• _RECORDS FOR THIS EXERCISE_
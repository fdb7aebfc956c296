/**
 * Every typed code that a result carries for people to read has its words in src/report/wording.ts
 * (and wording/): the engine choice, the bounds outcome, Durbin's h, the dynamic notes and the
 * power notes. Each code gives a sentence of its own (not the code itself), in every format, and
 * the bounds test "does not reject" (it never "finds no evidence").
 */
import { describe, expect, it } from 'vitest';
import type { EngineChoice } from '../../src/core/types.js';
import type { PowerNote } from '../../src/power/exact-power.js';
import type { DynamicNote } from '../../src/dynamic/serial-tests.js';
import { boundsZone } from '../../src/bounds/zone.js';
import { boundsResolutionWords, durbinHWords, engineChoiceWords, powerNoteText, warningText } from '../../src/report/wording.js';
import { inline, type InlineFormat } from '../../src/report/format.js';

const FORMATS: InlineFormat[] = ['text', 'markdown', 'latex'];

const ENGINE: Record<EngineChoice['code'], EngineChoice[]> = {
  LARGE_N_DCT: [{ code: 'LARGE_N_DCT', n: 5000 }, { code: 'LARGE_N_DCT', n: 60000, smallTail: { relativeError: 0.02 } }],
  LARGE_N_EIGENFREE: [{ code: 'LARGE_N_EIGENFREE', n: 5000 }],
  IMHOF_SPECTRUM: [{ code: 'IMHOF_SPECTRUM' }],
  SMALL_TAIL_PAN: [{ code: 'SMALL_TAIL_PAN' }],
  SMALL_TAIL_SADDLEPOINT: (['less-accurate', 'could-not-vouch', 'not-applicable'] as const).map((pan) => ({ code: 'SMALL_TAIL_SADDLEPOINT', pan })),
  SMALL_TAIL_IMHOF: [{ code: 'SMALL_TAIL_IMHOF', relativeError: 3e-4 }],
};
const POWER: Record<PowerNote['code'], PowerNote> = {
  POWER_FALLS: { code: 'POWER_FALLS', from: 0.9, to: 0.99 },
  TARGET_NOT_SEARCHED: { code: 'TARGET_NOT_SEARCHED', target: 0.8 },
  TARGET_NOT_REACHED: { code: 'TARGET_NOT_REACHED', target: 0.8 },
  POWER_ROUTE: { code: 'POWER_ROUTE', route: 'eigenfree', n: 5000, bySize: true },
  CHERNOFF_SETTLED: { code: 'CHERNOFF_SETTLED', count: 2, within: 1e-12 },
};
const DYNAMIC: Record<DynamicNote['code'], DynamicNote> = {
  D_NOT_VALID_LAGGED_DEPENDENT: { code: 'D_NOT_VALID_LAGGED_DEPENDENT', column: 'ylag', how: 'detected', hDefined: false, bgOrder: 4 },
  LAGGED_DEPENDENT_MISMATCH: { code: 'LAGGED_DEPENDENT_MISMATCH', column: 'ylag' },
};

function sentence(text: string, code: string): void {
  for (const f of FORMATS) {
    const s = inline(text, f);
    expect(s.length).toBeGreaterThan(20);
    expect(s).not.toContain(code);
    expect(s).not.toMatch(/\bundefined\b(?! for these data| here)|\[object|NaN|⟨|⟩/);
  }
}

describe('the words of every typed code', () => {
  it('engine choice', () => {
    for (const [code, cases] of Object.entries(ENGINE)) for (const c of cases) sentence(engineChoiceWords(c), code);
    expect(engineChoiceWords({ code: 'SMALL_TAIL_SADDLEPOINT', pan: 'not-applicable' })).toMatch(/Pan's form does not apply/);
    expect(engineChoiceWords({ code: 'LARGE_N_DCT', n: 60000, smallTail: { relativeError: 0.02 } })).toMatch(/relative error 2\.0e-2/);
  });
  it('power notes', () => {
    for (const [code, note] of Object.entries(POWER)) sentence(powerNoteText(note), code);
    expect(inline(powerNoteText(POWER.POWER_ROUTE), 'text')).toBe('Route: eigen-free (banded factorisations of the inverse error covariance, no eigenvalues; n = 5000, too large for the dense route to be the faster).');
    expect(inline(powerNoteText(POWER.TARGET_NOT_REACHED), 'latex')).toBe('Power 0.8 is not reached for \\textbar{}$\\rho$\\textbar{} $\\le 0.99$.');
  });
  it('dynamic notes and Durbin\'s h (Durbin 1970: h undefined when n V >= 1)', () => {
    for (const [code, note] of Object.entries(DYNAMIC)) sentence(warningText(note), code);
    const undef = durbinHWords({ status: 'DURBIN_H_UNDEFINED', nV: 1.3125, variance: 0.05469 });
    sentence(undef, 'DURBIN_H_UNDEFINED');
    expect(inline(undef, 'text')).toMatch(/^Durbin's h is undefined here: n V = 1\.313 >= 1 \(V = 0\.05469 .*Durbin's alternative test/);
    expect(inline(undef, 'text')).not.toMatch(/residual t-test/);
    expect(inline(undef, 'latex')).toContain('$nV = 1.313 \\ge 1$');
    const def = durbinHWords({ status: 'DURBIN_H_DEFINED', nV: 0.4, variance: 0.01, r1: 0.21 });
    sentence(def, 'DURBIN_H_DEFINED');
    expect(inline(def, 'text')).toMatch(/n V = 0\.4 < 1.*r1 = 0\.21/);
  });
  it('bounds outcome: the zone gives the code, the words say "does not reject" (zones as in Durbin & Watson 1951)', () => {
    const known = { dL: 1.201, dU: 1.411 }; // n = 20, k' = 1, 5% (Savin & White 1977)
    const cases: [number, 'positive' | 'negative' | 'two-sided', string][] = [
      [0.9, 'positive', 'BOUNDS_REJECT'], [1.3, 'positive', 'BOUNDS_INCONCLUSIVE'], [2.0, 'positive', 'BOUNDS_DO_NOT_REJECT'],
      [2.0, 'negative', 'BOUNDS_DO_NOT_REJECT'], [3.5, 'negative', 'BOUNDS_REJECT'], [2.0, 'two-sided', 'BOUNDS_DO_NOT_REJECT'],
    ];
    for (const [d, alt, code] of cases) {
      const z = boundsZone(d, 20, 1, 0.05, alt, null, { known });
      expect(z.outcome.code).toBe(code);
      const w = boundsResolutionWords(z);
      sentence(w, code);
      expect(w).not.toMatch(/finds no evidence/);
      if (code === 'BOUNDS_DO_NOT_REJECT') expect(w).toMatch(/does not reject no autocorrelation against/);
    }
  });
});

• _TASK_
Check each line of the records above, and copy those that hold the word "gives".

• _EXPECTED ANSWER_
 * power notes. Each code gives a sentence of its own (not the code itself), in every format, and
  it('bounds outcome: the zone gives the code, the words say "does not reject" (zones as in Durbin & Watson 1951)', () => {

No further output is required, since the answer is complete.